R Keras tries to convert character strings to double

mike4343 · August 16, 2019, 4:32pm

library(keras)
library(dplyr)
data = read.csv("data.csv") 
# str(data) # handy for array details

trainx = data[,1:14] %>% 
mutate_if(is.factor, as.character) %>%
mutate_if(is.integer, as.double) 

trainx[,2] = gsub(" ", "", trainx[,2])
trainx[1:5,]


 
 
age
<dbl>
workclass
<chr>
fnlwgt
<dbl>
education
<chr>
education.num
<dbl>
1	39	State-gov	77516	Bachelors	13	
2	50	Self-emp-not-inc	83311	Bachelors	13	
3	38	Private	215646	HS-grad	9	
4	53	Private	234721	11th	7	
5	28	Private	338409	Bachelors	13	

What the code fragments above are supposed to illustrate is a strange problem.  I have been working with R and RStudio for a few years now, and with Keras as well.  The input looks loke this:

'data.frame':	32561 obs. of  15 variables:
 $ age           : int  39 50 38 53 28 37 49 52 31 42 ...
 $ workclass     : Factor w/ 9 levels " ?"," Federal-gov",..: 8 7 5 5 5 5 5 7 5 5 ...
 $ fnlwgt        : int  77516 83311 215646 234721 338409 284582 160187 209642 45781 159449 ...
 $ education     : Factor w/ 16 levels " 10th"," 11th",..: 10 10 12 2 10 13 7 12 13 10 ...
 $ education.num : int  13 13 9 7 13 14 5 9 14 13 ...
 $ marital.status: Factor w/ 7 levels " Divorced"," Married-AF-spouse",..: 5 3 1 3 3 3 4 3 5 3 ...
 $ occupation    : Factor w/ 15 levels " ?"," Adm-clerical",..: 2 5 7 7 11 5 9 5 11 5 ...
 $ relationship  : Factor w/ 6 levels " Husband"," Not-in-family",..: 2 1 2 1 6 6 2 1 2 1 ...
 $ race          : Factor w/ 5 levels " Amer-Indian-Eskimo",..: 5 5 5 3 3 5 3 5 5 5 ...
 $ sex           : Factor w/ 2 levels " Female"," Male": 2 2 2 2 1 1 1 2 1 2 ...
 $ capital.gain  : int  2174 0 0 0 0 0 0 0 14084 5178 ...
 $ capital.loss  : int  0 0 0 0 0 0 0 0 0 0 ...
 $ hrs.per.week  : int  40 13 40 40 40 40 16 45 50 40 ...
 $ native.country: Factor w/ 42 levels " ?"," Cambodia",..: 40 40 40 40 6 40 24 40 40 40 ...
 $ ge50K         : Factor w/ 2 levels " <=50K"," >50K": 1 1 1 1 1 1 1 2 2 2 ...

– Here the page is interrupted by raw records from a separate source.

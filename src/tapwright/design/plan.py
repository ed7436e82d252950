"""The design API: spec -> float design -> quantized :class:`FixedDesign`, with its checks.

``make_design(spec)`` picks the family (``spec.family``, or :mod:`.choose` for
"auto"), designs the float filter at minimum length/order, quantizes it
(:mod:`tapwright.fixed.quantize`) and checks every band on the dense grid for
both. A minimum-length FIR often has almost no margin left for coefficient
rounding, so up to 4 longer designs are also quantized and the one with the
smallest (multipliers x coefficient bits), a proxy for multiplier area, is
kept. When the quantized design cannot meet the spec at any coefficient word
up to 32 bits, the FIR is lengthened (up to 8 taps more) or the IIR order
raised (up to 3 more) for margin before giving up with :class:`DesignError`.

Stages:
- FIR: one ``FirStage`` (decimation = ``spec.decimation``, phase 0).
- IIR: one ``SosStage`` (form "df1"); with decimation D > 1 it is followed by a
  trivial ``FirStage`` with coefficients (1,), coeff_frac 0 and decimation D
  that only keeps every D-th sample (the recursion itself has to run at the
  input rate).
"""
from __future__ import annotations

import math
from dataclasses import dataclass, field

import numpy as np

from ..fixed.formats import Fmt
from ..fixed.quantize import (QuantizeError, quantize_fir, quantize_iir, sections_to_sos)
from ..fixed.stages import FirStage, FixedDesign, SosStage
from .choose import choose_family
from .fir import BandCheck, FirDesign, FirDesignError, band_achieved, check_grid, design_fir, fir_mag
from .iir import IirDesign, IirNotApplicable, design_iir, group_delay_spread, sos_mag

__all__ = ["BandCheck", "DesignPlan", "DesignError", "make_design", "magnitude"]

MAX_EXTRA_TAPS = 8
MAX_EXTRA_ORDER = 3
#: longer FIRs tried for a cheaper multipliers x coefficient-bits product
TRADE_TAPS = 4


class DesignError(Exception):
    """The spec cannot be met; the message says what and how far off."""


@dataclass
class DesignPlan:
    spec: object
    family: str                      # "fir" | "iir"
    why: str
    float_design: FirDesign | IirDesign
    fixed: FixedDesign
    coeff_bits: int
    acc_bits: int
    band_checks: list
    noise: dict
    notes: list = field(default_factory=list)

    @property
    def ok(self) -> bool:
        return all(c.margin >= 0 for c in self.band_checks)

    def as_dict(self) -> dict:
        fd = self.float_design
        d = {
            "name": self.spec.name,
            "family": self.family,
            "why": self.why,
            "ok": self.ok,
            "method": fd.method if self.family == "fir" else fd.response,
            "halfband": bool(getattr(fd, "halfband", False)),
            "coeff_bits": self.coeff_bits,
            "acc_bits": self.acc_bits,
            "input": self.fixed.in_fmt.as_dict(),
            "output": self.fixed.out_fmt.as_dict(),
            "rounding": self.fixed.rounding,
            "overflow": self.fixed.overflow,
            "decimation": self.fixed.decimation,
            "decimation_phase": self.fixed.decimation_phase,
            "float_design": fd.as_dict(),
            "stages": [s.as_dict() for s in self.fixed.stages],
            "band_checks": [c.as_dict() for c in self.band_checks],
            "noise": {k: _jsonable(v) for k, v in self.noise.items()},
            "notes": list(self.notes),
        }
        if self.family == "fir":
            d.update(length=fd.ntaps, order=fd.order, fir_type=fd.fir_type)
        else:
            d.update(order=fd.order, sections=fd.n_sections, ordering=fd.ordering)
        return d


def _jsonable(v):
    if isinstance(v, (np.floating, float)):
        v = float(v)
        return v if math.isfinite(v) else None
    if isinstance(v, np.integer):
        return int(v)
    return v


def _checks(spec, float_ach, quant_ach) -> list[BandCheck]:
    out = []
    for i, (b, (req, af, _), (_, aq, mq)) in enumerate(zip(spec.bands, float_ach, quant_ach)):
        out.append(BandCheck(i + 1, b.kind, (b.lo, b.hi), float(req), float(af), float(aq), float(mq)))
    return out


def _family(spec):
    if spec.family == "fir":
        return "fir", "FIR: family = \"fir\" in the spec", None, None
    if spec.family == "iir":
        if spec.phase == "linear":
            raise DesignError("family = \"iir\" cannot give phase = \"linear\" (only an FIR has exactly "
                              "linear phase)")
        return "iir", "IIR: family = \"iir\" in the spec", None, None
    try:
        ch = choose_family(spec)
    except FirDesignError as e:
        raise DesignError(str(e)) from None
    return ch.family, ch.why, ch.fir, ch.iir


def make_design(spec) -> DesignPlan:
    """Design, quantize and check ``spec``; raise :class:`DesignError` when it cannot be met."""
    family, why, fd, idesign = _family(spec)
    if family == "fir":
        return _make_fir(spec, why, fd)
    return _make_iir(spec, why, idesign)


def _make_fir(spec, why, fd) -> DesignPlan:
    in_fmt = Fmt(spec.in_bits, spec.in_frac)
    notes: list[str] = []
    try:
        fd = fd or design_fir(spec)
    except FirDesignError as e:
        raise DesignError(str(e)) from None
    first = fd
    q = None
    for _ in range(MAX_EXTRA_TAPS + 1):
        try:
            q = quantize_fir(spec, fd.taps, decimation=spec.decimation)
        except QuantizeError:
            q = None
        if q is not None and (q.met or spec.coeff_bits is None):
            break
        try:
            fd = design_fir(spec, min_length=fd.ntaps + 1)
        except FirDesignError:
            break
    if q is None:
        raise DesignError(f"the {first.ntaps}-tap FIR (and up to {MAX_EXTRA_TAPS} taps more) cannot be "
                          "quantized within the spec with coefficient words up to 32 bits")
    if not q.met:
        # keep the minimum-length design and report its shortfall
        fd = first
        q = quantize_fir(spec, fd.taps, decimation=spec.decimation)
    if spec.coeff_bits is None and q.met:
        # a few taps more can save coefficient bits: keep the cheapest by multipliers x coefficient bits
        best = (fd.multipliers() * q.coeff_bits, fd, q)
        cand = fd
        for _ in range(TRADE_TAPS):
            try:
                cand = design_fir(spec, min_length=cand.ntaps + 1)
                qc = quantize_fir(spec, cand.taps, decimation=spec.decimation)
            except (FirDesignError, QuantizeError):
                continue
            cost = cand.multipliers() * qc.coeff_bits
            if qc.met and cost < best[0]:
                best = (cost, cand, qc)
        _, fd, q = best
    if fd is not first:
        notes.append(f"length raised from the minimum {first.ntaps} to {fd.ntaps} taps: the margin it leaves "
                     f"lets {q.coeff_bits}-bit coefficients meet the spec (cheaper multipliers x bits)")
    f = check_grid(spec, fd.ntaps)
    fl = band_achieved(spec, f, fir_mag(fd.taps, f, spec.sample_rate))
    checks = _checks(spec, fl, q.achieved)
    fixed = FixedDesign(stages=(q.stage,), in_fmt=in_fmt, rounding=spec.rounding, overflow=spec.overflow)
    notes = list(fd.notes) + notes + list(q.notes)
    notes.append(f"{fd.method} FIR type {fd.fir_type}, {fd.ntaps} taps (estimate {fd.estimate} by "
                 f"{fd.estimate_formula}), {q.coeff_bits}-bit coefficients (frac {q.stage.coeff_frac}), "
                 f"{q.acc_bits}-bit accumulator")
    return DesignPlan(spec, "fir", why, fd, fixed, q.coeff_bits, q.acc_bits, checks, q.noise, notes)


def _make_iir(spec, why, idesign) -> DesignPlan:
    in_fmt = Fmt(spec.in_bits, spec.in_frac)
    notes: list[str] = []
    q = None
    err = None
    for extra in range(MAX_EXTRA_ORDER + 1):
        try:
            if idesign is None or extra > 0:
                idesign = design_iir(spec, extra_order=extra)
        except IirNotApplicable as e:
            raise DesignError(str(e)) from None
        try:
            q = quantize_iir(spec, idesign.sos)
        except QuantizeError as e:
            q, err = None, e
            continue
        if q.met or spec.coeff_bits is None:
            break
    if q is None:
        raise DesignError(f"IIR: {err} (tried orders up to +{MAX_EXTRA_ORDER})")
    if not q.met and spec.coeff_bits is not None:
        notes.append(f"coeff_bits = {spec.coeff_bits} does not meet the spec even with {MAX_EXTRA_ORDER} "
                     "more orders")
    f = check_grid(spec, 1024)
    fl = band_achieved(spec, f, sos_mag(idesign.sos, f, spec.sample_rate))
    checks = _checks(spec, fl, q.achieved)
    stages = [q.stage]
    if spec.decimation > 1:
        stages.append(FirStage(coeffs=(1,), coeff_frac=0, out=q.stage.out, decimation=spec.decimation, phase=0))
        notes.append(f"decimation by {spec.decimation}: a trivial FIR stage (coefficient 1) keeps every "
                     f"{spec.decimation}-th sample of the IIR output")
    fixed = FixedDesign(stages=tuple(stages), in_fmt=in_fmt, rounding=spec.rounding, overflow=spec.overflow)
    notes = list(idesign.notes) + notes + list(q.notes)
    notes.append(f"{q.coeff_bits}-bit coefficients; quantized pole radii "
                 + ", ".join(f"{r:.5f} (<= {lim:.5f})" for r, lim in zip(q.pole_radii, q.radius_limits)))
    noise = dict(q.noise)
    noise["group_delay_spread_samples"] = group_delay_spread(idesign.sos, spec)
    return DesignPlan(spec, "iir", why, idesign, fixed, q.coeff_bits, q.acc_bits, checks, noise, notes)


def magnitude(fixed_or_float, freqs_hz, fs) -> np.ndarray:
    """|H| at ``freqs_hz`` (Hz) of a float design (FirDesign, IirDesign, taps array) or a quantized one
    (FixedDesign, FirStage, SosStage, DesignPlan -> its fixed design); ``fs`` is the input rate.

    A chain's stages after a decimation by D run at fs/D; by the noble identity
    their response at the input rate is H_k(f) evaluated at rate fs/D.
    Gain is absolute (output value over input value by their ``frac``).
    """
    obj = fixed_or_float
    f = np.asarray(freqs_hz, float)
    if isinstance(obj, DesignPlan):
        obj = obj.fixed
    if isinstance(obj, FirDesign):
        return fir_mag(obj.taps, f, fs)
    if isinstance(obj, IirDesign):
        return sos_mag(obj.sos, f, fs)
    if isinstance(obj, FirStage):
        return fir_mag(np.asarray(obj.coeffs, float) / 2.0 ** obj.coeff_frac, f, fs)
    if isinstance(obj, SosStage):
        secs = [(s.b, s.a, s.coeff_frac) for s in obj.sections]
        return sos_mag(sections_to_sos(secs), f, fs)
    if isinstance(obj, FixedDesign):
        out = np.ones(len(f))
        rate = fs
        for st in obj.stages:
            if st.kind == "cic":
                N, R, M = st.order, st.decimation, st.diff_delay
                h = np.ones(R * M)
                for _ in range(N - 1):
                    h = np.convolve(h, np.ones(R * M))
                out *= fir_mag(h, f, rate)      # the CIC keeps its real gain (R*M)**N
            else:
                out *= magnitude(st, f, rate)
            rate = rate / getattr(st, "decimation", 1)
        return out
    return fir_mag(np.asarray(obj, float), f, fs)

The problem is with the second column 'workclass' which was initially classified as 'factor' but changed to 'char' to cope with some earlier difficulties.  Likewise the 'int' columns were changted to 'double' as shown above.  Also please note that the character column had a leading space in each data item.  I thought this was the problem and removed the leading space, as you can see, with gsub.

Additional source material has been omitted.